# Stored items
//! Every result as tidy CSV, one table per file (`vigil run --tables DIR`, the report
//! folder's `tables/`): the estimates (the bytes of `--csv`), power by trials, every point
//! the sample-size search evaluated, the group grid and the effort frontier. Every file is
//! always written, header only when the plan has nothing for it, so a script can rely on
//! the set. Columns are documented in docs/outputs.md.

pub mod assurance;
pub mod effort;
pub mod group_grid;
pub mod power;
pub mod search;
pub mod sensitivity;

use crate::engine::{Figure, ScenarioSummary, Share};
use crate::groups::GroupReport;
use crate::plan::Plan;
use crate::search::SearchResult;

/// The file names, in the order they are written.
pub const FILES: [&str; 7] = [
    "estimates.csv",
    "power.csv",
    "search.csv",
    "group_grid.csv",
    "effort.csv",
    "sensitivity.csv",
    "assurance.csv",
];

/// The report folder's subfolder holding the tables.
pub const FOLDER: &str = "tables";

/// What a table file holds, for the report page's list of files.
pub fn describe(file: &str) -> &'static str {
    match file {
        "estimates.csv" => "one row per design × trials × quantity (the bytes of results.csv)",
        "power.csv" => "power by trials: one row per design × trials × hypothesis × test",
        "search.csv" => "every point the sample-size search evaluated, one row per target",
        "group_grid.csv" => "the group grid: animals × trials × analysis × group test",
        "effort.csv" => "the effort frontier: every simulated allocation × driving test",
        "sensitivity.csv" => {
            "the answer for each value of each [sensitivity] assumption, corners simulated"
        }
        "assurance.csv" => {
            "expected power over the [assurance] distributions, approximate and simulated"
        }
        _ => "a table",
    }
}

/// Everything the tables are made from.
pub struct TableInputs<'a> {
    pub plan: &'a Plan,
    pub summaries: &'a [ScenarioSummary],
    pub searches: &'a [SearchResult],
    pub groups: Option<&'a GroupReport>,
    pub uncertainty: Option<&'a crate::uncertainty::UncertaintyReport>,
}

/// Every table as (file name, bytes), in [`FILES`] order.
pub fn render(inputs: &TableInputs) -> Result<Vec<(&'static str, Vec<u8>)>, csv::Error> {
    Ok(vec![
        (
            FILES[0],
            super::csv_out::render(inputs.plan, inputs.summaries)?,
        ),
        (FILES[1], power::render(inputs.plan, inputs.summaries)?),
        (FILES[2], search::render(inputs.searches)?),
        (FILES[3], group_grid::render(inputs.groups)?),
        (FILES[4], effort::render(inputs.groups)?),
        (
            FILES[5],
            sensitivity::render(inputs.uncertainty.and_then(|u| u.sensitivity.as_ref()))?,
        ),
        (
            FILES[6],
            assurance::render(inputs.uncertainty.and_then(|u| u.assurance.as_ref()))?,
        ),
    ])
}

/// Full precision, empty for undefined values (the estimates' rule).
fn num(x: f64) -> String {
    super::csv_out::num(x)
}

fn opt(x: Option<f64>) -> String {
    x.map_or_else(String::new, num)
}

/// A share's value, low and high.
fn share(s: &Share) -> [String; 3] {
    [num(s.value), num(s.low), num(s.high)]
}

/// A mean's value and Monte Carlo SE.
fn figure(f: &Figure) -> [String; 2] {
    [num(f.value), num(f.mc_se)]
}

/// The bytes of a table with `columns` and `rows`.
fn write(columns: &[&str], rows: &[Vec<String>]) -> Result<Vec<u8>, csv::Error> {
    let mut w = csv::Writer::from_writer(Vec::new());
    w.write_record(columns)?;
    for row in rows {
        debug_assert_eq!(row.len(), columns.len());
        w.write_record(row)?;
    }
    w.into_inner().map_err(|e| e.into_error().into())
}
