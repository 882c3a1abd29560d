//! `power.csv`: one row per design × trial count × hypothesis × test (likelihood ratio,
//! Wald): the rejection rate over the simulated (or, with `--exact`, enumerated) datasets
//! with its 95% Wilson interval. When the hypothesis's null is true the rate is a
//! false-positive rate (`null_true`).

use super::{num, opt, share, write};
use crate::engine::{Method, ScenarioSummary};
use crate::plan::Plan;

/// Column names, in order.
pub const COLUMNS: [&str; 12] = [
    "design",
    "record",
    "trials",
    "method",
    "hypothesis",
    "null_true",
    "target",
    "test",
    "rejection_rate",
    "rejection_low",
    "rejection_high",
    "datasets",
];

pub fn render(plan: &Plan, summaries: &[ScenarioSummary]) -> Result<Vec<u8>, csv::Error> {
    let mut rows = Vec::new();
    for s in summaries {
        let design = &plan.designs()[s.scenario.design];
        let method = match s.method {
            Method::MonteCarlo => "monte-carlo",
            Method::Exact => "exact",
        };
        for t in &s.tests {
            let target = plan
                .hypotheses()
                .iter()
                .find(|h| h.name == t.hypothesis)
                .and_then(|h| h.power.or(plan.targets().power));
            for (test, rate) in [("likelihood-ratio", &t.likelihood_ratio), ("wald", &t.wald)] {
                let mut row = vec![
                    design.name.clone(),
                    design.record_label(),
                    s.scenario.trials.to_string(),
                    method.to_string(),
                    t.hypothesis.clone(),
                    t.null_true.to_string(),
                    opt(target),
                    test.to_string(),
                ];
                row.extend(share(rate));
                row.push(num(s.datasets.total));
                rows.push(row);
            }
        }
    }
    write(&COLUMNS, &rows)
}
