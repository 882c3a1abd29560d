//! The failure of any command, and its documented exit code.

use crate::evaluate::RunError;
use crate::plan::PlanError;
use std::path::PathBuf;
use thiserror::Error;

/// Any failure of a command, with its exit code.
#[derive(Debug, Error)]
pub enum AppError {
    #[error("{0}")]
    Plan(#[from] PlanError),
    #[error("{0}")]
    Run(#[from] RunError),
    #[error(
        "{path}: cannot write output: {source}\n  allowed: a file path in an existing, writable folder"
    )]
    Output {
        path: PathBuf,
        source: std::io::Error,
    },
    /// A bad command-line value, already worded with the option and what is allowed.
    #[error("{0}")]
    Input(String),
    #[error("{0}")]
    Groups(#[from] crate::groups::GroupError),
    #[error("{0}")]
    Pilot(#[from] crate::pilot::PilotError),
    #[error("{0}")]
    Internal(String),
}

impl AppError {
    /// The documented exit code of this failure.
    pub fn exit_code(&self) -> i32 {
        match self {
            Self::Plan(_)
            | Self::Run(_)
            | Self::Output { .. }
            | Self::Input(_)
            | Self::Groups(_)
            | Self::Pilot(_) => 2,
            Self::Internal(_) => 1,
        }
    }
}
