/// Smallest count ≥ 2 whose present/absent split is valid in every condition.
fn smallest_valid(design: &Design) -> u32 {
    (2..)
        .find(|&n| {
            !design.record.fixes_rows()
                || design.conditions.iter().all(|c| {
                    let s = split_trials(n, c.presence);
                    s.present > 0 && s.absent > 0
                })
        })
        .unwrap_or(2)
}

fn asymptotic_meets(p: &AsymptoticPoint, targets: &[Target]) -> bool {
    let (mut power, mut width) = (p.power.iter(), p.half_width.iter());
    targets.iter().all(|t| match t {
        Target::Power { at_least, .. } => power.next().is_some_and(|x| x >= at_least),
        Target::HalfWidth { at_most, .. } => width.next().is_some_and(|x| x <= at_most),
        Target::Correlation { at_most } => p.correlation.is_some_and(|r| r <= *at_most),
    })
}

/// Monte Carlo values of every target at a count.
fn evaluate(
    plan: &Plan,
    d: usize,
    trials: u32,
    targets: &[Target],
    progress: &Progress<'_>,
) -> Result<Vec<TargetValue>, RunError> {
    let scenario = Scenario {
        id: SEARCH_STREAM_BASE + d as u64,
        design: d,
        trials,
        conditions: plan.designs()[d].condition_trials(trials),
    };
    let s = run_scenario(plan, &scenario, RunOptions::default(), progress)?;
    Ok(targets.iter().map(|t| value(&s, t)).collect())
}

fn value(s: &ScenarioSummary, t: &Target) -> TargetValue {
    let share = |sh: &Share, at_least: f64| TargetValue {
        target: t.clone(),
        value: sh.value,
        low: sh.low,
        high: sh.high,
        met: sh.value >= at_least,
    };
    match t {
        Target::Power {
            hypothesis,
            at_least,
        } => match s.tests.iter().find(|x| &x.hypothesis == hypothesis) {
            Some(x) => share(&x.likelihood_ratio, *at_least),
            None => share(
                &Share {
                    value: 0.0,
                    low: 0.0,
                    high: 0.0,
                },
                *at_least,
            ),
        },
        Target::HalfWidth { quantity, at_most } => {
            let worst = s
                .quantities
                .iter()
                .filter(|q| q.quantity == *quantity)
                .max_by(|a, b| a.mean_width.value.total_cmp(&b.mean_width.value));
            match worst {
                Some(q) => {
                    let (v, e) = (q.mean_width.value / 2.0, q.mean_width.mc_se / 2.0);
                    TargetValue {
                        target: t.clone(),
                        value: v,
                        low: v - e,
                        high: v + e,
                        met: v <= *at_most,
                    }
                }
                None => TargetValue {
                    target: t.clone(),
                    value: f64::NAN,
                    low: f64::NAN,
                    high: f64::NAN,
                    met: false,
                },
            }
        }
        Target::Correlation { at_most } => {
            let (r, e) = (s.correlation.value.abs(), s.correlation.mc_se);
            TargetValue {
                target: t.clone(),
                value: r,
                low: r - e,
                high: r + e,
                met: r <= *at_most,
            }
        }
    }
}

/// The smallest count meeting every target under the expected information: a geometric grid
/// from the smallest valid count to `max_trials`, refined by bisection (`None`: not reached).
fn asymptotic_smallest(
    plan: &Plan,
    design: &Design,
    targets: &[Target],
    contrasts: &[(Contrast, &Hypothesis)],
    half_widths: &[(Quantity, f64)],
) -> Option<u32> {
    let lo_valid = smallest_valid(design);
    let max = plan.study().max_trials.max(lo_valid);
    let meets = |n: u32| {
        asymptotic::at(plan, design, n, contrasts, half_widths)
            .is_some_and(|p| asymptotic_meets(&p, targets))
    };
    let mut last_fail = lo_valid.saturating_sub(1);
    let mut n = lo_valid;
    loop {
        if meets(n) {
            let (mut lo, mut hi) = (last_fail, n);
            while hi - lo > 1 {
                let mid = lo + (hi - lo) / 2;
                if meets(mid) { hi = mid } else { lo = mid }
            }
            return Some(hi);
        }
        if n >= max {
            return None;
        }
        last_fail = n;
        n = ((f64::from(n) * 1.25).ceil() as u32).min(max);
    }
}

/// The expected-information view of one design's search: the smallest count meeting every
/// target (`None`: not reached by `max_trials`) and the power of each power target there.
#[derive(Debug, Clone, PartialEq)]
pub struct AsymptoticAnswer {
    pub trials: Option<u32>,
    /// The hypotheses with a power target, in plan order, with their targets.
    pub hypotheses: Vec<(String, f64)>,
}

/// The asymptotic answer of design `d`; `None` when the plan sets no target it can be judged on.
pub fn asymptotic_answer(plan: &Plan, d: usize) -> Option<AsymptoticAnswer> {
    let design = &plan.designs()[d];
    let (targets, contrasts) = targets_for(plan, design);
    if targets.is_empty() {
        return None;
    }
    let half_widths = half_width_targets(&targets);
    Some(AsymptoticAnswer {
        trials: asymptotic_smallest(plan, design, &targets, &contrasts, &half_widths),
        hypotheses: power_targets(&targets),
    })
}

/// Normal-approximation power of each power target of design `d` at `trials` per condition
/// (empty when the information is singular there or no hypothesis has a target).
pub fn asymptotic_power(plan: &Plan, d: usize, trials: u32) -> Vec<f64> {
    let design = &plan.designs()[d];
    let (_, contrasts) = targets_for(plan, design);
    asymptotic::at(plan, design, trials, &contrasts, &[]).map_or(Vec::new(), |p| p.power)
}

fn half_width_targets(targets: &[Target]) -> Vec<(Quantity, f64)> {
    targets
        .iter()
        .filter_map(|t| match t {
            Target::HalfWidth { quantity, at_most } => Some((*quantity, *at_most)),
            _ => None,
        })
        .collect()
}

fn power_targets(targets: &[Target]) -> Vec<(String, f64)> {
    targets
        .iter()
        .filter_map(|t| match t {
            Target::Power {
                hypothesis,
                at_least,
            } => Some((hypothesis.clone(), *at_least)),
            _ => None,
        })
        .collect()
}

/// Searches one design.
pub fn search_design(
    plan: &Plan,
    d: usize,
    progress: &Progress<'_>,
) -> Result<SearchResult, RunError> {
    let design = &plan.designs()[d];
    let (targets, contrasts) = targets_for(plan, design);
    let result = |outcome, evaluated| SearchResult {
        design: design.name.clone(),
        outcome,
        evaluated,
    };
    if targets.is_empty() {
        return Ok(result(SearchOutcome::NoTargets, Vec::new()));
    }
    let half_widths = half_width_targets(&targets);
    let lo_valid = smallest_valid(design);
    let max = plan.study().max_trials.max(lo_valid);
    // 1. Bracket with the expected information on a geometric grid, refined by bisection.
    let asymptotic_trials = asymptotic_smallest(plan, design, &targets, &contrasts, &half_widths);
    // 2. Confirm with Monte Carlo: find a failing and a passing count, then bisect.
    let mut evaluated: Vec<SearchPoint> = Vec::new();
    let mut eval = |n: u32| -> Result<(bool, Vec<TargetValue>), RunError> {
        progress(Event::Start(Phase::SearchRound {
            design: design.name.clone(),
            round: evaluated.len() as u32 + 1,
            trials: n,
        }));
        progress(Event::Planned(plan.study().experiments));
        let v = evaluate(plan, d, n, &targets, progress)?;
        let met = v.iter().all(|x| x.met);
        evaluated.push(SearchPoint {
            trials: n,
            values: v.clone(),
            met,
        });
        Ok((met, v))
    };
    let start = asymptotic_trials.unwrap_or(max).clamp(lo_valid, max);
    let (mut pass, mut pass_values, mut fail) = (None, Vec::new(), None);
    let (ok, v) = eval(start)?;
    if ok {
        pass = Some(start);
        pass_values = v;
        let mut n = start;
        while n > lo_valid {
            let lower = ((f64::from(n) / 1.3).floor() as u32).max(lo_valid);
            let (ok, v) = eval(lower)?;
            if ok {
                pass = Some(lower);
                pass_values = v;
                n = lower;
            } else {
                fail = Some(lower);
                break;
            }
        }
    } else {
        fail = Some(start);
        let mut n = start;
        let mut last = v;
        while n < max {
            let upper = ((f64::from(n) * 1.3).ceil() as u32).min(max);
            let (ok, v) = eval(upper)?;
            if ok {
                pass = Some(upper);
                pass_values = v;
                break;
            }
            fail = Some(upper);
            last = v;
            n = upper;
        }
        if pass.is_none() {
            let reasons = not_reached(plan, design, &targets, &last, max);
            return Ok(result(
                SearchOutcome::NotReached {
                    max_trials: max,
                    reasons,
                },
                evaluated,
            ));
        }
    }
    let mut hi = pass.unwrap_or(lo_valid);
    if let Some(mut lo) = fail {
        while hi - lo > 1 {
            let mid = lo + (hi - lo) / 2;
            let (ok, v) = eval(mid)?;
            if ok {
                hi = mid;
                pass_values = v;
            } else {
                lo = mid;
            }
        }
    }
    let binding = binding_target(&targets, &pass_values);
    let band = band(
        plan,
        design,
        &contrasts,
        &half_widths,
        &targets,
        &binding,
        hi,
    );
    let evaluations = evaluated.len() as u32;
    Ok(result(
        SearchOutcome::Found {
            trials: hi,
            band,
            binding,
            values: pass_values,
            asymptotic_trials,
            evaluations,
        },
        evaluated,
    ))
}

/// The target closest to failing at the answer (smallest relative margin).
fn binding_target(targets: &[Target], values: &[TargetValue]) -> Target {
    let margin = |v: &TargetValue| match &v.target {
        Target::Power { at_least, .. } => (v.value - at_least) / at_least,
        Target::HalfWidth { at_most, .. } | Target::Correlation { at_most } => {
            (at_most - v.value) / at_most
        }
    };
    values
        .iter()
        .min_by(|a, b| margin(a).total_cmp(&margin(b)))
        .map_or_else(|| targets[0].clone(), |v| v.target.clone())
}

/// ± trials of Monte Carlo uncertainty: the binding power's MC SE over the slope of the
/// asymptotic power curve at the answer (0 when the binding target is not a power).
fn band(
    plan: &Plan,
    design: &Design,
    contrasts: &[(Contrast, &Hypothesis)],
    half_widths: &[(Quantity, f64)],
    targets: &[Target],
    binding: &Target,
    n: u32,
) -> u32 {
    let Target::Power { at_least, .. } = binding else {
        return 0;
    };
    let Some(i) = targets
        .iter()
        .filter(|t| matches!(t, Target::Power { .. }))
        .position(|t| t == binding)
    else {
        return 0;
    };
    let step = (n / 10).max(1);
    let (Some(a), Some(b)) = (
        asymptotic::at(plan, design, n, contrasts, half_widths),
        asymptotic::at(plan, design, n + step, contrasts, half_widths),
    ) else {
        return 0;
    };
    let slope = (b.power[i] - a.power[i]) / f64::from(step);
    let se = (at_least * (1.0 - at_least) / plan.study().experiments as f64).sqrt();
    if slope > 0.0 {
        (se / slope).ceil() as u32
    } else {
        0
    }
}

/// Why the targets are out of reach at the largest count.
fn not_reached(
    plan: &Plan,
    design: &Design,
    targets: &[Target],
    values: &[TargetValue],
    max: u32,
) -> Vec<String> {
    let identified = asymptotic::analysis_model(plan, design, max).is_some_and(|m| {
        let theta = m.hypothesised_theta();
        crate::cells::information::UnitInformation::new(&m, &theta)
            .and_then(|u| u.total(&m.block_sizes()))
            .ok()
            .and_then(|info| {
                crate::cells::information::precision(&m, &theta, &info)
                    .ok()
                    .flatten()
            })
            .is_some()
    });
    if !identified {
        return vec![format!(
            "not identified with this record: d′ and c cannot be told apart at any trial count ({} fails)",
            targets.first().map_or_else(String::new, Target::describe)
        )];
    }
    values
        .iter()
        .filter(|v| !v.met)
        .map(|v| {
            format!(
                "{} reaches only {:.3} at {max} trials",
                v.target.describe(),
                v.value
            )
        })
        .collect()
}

# Task brief
Copy down each line in the entries that has the word "usize".

# Solution for this exercise
    d: usize,
pub fn asymptotic_answer(plan: &Plan, d: usize) -> Option<AsymptoticAnswer> {
pub fn asymptotic_power(plan: &Plan, d: usize, trials: u32) -> Vec<f64> {
    d: usize,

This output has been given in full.